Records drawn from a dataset
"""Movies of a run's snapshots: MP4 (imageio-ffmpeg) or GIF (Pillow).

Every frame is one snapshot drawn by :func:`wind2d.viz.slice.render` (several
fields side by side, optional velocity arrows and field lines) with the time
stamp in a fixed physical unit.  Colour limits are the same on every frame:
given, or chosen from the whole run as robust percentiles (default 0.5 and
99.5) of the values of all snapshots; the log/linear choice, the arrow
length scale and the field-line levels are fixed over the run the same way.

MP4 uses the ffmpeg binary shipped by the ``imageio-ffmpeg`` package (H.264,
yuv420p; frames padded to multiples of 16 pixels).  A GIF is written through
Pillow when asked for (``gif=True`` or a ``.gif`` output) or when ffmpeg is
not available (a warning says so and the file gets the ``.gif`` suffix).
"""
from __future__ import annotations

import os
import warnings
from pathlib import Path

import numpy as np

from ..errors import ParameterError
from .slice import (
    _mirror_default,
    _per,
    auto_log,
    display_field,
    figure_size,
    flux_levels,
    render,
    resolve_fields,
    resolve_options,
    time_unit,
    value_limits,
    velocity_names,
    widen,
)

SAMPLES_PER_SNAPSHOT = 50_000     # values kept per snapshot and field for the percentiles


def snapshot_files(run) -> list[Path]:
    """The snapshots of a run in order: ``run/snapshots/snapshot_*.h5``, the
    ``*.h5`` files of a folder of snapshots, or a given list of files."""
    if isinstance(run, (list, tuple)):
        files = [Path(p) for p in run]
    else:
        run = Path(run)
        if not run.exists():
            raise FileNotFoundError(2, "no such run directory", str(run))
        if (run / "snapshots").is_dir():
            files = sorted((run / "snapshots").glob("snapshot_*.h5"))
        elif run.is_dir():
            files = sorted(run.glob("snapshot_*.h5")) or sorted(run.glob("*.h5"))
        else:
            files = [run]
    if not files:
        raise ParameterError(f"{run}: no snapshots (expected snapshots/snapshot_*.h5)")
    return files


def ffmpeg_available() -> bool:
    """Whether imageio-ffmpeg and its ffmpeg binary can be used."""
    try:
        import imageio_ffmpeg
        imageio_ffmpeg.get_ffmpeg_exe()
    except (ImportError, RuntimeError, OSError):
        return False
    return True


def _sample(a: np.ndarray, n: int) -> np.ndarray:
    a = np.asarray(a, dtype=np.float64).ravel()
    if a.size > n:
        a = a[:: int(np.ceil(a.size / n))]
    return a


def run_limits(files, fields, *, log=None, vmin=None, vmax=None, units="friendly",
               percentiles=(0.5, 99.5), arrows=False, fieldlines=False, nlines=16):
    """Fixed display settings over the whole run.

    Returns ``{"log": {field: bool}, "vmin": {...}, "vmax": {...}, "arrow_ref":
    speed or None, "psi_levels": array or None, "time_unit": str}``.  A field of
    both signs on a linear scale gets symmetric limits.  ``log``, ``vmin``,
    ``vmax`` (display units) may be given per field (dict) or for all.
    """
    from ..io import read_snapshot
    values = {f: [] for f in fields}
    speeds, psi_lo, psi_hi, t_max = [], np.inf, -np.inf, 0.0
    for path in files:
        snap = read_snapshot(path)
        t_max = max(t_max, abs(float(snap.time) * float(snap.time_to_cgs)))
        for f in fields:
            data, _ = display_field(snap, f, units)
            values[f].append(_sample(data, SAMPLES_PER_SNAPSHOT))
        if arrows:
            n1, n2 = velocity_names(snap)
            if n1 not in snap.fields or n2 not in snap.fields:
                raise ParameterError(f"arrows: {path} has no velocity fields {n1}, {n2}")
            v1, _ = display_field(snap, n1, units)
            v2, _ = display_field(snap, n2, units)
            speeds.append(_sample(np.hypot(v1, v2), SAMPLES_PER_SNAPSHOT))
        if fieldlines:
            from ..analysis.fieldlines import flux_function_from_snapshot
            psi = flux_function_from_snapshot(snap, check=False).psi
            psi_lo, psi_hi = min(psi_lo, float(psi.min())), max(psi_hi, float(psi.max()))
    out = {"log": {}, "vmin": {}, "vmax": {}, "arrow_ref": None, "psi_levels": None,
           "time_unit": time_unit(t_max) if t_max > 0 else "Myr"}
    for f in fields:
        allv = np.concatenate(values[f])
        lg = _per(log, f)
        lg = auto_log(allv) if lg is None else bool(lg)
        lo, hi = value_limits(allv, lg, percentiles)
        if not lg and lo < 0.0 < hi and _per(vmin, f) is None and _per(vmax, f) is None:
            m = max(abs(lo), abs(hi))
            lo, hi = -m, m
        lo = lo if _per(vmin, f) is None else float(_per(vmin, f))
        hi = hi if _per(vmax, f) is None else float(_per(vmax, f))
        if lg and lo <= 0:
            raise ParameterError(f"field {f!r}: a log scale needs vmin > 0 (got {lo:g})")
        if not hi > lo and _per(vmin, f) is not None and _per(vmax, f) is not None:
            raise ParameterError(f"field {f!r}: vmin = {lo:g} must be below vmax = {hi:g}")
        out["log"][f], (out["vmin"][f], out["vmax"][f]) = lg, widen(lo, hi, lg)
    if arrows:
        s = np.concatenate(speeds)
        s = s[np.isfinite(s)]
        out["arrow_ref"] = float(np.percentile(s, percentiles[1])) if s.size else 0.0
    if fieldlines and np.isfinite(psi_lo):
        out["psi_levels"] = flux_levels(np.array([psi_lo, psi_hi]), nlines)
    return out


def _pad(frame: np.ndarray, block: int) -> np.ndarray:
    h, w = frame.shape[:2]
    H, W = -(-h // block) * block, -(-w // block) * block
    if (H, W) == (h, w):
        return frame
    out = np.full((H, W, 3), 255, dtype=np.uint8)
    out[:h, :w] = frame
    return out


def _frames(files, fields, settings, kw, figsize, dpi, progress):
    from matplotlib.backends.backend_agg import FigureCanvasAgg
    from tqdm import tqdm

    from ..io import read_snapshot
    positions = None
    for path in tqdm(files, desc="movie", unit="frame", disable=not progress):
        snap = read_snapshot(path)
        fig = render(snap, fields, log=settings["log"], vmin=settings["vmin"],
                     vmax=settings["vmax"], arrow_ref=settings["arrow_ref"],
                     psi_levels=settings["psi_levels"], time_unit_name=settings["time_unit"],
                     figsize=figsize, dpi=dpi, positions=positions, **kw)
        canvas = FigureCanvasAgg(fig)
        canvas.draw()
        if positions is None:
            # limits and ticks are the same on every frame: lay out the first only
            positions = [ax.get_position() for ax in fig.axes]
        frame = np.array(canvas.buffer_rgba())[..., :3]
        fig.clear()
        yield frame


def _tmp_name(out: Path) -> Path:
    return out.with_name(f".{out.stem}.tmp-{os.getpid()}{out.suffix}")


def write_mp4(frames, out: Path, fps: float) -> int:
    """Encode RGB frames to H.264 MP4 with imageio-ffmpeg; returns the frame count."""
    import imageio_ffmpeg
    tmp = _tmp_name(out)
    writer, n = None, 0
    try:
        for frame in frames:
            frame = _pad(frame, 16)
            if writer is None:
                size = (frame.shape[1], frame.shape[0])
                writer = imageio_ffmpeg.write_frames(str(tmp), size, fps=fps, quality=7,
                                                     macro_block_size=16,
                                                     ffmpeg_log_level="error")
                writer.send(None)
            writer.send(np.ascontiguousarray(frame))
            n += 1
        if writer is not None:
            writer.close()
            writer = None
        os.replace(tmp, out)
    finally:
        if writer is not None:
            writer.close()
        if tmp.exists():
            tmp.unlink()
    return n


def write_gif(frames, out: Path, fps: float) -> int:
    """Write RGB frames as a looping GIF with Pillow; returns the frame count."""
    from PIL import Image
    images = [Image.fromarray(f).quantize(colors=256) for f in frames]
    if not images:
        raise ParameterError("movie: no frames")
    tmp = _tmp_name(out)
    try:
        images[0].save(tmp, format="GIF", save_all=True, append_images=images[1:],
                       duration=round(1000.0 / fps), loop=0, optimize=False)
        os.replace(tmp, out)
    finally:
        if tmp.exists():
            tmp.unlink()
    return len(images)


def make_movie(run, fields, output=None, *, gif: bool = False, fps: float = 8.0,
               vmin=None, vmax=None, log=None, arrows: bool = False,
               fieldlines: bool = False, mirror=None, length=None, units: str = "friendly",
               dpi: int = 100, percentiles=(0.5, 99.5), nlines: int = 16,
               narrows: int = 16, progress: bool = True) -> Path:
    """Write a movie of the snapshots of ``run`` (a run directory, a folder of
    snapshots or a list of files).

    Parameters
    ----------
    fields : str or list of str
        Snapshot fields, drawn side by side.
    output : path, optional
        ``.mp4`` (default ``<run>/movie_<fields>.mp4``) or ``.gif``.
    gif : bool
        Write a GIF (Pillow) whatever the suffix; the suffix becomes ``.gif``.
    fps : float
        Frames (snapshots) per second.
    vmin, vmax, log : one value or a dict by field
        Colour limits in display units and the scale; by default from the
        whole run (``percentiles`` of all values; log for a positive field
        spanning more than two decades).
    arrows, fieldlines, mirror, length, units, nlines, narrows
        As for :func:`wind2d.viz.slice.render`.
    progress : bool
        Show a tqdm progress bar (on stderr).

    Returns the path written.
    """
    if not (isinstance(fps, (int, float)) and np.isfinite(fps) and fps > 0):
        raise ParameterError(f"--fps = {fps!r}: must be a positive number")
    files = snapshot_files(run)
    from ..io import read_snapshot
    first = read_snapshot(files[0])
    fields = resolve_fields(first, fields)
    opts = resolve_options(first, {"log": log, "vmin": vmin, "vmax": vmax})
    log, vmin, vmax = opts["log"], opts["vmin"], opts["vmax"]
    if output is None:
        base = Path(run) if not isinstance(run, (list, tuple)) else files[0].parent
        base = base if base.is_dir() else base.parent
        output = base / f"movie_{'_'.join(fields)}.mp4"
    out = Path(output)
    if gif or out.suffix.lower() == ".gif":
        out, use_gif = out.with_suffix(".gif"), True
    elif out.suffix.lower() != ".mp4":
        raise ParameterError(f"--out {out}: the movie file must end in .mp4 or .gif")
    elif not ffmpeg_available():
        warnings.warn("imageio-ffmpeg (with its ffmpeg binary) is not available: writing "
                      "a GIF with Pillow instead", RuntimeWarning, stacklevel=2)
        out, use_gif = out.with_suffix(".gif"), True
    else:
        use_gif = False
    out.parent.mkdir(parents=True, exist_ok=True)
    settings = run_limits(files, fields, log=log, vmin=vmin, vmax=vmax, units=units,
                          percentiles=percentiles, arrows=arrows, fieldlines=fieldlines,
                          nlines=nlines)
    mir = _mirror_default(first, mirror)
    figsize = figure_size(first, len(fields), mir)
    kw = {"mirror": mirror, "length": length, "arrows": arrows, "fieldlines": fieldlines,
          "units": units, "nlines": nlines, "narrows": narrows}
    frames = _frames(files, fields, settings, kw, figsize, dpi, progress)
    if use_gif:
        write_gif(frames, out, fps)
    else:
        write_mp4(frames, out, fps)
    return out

* * *

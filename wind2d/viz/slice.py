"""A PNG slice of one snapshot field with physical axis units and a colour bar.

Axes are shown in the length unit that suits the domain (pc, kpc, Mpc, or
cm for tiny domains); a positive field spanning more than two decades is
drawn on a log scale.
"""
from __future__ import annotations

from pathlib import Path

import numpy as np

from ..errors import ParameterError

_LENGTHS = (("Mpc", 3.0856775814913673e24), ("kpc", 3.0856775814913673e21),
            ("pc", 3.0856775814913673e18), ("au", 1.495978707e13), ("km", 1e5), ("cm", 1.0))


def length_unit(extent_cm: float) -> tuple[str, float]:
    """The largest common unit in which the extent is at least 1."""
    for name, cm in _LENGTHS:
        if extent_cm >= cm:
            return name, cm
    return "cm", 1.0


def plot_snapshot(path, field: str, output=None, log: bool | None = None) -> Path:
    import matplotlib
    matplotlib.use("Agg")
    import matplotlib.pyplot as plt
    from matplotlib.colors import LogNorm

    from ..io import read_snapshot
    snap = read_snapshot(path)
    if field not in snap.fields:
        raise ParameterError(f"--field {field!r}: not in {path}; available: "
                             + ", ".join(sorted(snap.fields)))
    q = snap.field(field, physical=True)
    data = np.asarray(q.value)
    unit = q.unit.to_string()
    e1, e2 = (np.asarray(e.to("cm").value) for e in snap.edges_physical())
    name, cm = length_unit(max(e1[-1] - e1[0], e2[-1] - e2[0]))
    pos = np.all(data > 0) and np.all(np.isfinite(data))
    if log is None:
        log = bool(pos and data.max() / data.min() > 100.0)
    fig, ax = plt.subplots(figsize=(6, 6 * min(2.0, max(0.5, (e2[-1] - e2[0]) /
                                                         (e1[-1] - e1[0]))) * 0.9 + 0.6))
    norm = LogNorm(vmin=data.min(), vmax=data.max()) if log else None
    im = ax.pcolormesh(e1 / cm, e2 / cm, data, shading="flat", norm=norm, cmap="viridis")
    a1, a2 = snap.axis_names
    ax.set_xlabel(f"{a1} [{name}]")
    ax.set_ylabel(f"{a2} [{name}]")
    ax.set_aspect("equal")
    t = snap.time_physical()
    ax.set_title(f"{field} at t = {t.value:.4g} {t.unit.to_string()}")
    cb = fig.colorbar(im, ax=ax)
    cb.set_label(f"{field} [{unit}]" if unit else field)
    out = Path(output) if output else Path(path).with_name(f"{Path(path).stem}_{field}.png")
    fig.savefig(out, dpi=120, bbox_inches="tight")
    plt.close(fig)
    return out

==

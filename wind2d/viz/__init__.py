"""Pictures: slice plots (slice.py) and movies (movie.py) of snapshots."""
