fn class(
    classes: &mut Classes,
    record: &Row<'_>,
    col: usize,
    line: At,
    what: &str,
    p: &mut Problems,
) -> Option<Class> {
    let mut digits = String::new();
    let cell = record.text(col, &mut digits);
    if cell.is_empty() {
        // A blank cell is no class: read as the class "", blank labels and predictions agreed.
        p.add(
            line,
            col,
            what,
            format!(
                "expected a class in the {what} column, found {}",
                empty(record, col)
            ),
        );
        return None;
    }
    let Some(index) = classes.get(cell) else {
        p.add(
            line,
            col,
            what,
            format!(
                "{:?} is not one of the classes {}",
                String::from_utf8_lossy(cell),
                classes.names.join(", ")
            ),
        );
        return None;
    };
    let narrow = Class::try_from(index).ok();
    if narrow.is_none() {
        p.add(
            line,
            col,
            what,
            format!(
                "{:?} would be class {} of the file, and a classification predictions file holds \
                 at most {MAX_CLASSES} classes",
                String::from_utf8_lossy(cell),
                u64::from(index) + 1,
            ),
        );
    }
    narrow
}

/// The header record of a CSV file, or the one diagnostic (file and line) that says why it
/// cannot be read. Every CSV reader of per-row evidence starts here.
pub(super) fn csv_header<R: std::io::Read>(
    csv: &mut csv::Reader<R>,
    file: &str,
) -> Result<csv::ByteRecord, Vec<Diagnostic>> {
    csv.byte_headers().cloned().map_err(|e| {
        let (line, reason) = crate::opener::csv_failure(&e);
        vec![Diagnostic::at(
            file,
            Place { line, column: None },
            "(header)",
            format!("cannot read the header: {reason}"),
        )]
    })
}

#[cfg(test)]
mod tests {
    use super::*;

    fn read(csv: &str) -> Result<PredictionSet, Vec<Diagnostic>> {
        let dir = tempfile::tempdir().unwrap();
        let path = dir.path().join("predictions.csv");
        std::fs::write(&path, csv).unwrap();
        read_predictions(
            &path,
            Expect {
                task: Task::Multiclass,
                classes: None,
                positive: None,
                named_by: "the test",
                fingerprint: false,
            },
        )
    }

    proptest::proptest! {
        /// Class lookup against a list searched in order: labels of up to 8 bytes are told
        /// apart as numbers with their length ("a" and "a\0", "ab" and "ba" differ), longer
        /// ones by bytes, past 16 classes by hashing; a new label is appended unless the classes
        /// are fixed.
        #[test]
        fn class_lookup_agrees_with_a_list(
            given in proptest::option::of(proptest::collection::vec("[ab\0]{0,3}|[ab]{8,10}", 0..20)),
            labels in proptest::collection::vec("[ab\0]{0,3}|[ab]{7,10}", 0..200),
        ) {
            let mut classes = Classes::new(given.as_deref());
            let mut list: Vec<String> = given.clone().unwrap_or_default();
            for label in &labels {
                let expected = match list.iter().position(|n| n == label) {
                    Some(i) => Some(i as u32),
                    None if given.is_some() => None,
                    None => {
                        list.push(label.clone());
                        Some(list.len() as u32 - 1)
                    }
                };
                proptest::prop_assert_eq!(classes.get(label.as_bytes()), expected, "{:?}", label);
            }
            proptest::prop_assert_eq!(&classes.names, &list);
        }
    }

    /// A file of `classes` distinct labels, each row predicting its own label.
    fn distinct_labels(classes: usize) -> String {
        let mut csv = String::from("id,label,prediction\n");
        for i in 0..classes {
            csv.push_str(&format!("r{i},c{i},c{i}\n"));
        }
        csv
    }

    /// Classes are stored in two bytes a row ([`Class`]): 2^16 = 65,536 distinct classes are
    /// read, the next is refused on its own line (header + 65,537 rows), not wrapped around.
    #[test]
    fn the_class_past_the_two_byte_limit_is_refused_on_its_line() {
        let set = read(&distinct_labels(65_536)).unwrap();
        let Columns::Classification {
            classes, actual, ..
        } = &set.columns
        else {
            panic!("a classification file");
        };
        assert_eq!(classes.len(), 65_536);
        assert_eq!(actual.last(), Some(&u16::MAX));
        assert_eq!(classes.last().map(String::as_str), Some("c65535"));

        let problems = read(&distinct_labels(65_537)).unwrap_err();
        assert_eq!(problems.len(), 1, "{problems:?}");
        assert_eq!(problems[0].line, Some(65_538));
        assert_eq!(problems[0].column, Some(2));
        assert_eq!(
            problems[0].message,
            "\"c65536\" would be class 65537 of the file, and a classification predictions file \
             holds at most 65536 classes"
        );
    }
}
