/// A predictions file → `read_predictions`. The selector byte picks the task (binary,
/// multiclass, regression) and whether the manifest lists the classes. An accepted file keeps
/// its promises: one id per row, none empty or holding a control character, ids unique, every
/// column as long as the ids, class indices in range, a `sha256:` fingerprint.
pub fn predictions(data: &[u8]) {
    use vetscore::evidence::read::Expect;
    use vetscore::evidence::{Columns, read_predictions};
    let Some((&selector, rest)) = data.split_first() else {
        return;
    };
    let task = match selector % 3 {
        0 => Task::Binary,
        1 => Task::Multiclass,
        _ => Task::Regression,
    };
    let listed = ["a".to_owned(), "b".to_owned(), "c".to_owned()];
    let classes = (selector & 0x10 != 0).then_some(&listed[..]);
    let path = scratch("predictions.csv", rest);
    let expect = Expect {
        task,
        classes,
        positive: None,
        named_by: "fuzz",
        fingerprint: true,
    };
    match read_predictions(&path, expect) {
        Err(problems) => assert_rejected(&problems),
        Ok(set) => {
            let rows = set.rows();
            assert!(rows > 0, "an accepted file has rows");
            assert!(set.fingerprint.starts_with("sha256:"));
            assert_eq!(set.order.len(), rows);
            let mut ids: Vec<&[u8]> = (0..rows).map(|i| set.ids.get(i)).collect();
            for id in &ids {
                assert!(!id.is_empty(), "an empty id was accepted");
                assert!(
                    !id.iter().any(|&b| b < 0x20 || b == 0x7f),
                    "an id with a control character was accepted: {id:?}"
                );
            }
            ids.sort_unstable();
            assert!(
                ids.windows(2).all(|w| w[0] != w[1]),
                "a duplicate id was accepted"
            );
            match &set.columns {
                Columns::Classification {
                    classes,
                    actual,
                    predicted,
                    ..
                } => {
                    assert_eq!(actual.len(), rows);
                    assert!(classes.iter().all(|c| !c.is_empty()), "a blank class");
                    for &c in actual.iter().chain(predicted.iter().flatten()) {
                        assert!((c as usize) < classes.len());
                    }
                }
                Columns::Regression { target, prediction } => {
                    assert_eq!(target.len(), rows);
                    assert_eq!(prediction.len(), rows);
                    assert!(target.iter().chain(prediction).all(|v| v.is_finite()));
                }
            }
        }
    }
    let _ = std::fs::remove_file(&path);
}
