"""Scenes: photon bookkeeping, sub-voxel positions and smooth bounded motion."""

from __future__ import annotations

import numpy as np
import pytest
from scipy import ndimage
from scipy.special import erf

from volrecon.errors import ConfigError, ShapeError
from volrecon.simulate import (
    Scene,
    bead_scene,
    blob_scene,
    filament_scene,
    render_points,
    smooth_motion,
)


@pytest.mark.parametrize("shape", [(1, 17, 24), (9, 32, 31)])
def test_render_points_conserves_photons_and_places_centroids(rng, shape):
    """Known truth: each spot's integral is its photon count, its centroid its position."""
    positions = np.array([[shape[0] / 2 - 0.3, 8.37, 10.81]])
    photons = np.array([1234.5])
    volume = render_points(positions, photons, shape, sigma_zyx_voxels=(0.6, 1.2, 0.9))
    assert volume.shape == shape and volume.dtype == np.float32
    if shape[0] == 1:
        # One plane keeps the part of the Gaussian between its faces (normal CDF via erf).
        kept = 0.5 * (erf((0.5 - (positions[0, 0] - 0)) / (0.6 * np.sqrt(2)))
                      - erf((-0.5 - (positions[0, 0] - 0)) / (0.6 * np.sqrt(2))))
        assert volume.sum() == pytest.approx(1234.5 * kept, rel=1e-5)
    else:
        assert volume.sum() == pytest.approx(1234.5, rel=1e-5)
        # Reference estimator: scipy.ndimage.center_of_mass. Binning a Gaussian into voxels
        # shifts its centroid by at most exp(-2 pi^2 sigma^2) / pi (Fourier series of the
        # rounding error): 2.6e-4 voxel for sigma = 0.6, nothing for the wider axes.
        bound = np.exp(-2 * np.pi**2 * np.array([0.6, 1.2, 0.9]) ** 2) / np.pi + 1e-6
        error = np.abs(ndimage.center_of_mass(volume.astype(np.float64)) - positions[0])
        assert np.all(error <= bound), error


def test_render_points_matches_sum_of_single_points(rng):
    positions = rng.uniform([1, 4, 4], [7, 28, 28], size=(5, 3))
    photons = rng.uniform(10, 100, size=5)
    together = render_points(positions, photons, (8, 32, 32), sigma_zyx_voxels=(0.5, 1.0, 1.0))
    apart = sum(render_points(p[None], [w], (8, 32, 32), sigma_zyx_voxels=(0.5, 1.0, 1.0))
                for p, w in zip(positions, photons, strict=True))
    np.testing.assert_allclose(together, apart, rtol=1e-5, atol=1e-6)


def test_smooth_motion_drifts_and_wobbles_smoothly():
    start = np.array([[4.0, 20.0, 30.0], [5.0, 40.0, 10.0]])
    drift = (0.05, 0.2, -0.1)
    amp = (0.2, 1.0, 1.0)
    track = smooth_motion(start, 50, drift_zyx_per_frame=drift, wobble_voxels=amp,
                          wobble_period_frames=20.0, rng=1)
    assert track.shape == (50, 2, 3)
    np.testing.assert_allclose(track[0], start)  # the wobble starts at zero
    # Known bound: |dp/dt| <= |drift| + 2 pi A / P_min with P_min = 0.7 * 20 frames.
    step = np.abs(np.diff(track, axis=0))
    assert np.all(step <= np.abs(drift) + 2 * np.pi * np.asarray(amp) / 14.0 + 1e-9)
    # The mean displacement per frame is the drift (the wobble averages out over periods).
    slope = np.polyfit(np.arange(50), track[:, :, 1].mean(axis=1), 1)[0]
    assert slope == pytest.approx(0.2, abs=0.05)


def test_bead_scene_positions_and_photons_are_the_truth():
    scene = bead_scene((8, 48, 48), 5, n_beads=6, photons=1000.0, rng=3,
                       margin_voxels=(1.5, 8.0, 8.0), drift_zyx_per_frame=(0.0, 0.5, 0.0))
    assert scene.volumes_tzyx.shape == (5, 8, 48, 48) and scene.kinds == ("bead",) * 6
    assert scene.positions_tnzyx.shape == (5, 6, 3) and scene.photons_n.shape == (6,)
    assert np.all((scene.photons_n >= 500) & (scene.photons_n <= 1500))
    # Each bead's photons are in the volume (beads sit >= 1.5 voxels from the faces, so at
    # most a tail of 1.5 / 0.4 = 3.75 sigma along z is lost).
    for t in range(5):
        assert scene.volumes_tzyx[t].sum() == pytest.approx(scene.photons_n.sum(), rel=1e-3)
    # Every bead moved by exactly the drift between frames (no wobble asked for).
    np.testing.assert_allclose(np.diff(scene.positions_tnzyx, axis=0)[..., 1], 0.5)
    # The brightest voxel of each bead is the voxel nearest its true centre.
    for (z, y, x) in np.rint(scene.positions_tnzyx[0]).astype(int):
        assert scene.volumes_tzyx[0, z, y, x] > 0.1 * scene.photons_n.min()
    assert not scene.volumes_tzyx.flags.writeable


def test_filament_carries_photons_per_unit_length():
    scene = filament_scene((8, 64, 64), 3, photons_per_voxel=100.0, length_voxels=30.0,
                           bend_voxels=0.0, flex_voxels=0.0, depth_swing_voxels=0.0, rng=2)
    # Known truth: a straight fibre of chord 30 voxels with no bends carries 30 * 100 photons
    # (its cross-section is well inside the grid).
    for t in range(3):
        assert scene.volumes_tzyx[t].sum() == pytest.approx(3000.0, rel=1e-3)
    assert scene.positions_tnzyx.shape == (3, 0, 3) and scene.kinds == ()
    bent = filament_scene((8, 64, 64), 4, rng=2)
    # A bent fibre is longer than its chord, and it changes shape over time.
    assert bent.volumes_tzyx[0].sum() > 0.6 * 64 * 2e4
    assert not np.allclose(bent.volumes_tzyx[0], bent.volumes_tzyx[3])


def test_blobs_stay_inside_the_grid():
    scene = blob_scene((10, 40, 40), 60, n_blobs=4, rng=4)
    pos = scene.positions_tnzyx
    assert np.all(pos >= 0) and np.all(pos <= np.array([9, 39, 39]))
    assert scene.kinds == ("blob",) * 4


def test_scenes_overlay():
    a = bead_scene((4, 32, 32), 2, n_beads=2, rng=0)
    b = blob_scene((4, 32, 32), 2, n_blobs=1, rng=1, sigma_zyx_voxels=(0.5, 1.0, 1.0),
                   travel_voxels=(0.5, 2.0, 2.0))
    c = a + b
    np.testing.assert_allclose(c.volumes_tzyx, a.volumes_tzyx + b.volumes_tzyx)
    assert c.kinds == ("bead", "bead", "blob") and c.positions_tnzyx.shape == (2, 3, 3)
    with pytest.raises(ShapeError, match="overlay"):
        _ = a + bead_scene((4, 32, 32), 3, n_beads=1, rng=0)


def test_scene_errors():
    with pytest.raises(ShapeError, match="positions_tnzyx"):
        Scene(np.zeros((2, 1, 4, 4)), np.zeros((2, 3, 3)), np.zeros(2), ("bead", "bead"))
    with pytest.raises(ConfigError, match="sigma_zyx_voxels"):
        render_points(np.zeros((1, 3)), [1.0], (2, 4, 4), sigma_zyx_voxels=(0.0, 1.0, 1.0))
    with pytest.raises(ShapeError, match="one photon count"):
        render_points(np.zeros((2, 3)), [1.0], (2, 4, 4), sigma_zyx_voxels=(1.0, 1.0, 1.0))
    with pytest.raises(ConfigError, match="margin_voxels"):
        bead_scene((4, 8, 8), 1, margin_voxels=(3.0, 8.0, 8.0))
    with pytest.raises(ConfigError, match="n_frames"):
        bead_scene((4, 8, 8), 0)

ACTIVITY:
What you return must be the lines above that run from the line with "pub fn predictions(data: &[u8])" to the line with "match read_predictions(&path, expect)", inclusive, each copied exactly.

EXERCISE RESULT:
pub fn predictions(data: &[u8]) {
    use vetscore::evidence::read::Expect;
    use vetscore::evidence::{Columns, read_predictions};
    let Some((&selector, rest)) = data.split_first() else {
        return;
    };
    let task = match selector % 3 {
        0 => Task::Binary,
        1 => Task::Multiclass,
        _ => Task::Regression,
    };
    let listed = ["a".to_owned(), "b".to_owned(), "c".to_owned()];
    let classes = (selector & 0x10 != 0).then_some(&listed[..]);
    let path = scratch("predictions.csv", rest);
    let expect = Expect {
        task,
        classes,
        positive: None,
        named_by: "fuzz",
        fingerprint: true,
    };
    match read_predictions(&path, expect) {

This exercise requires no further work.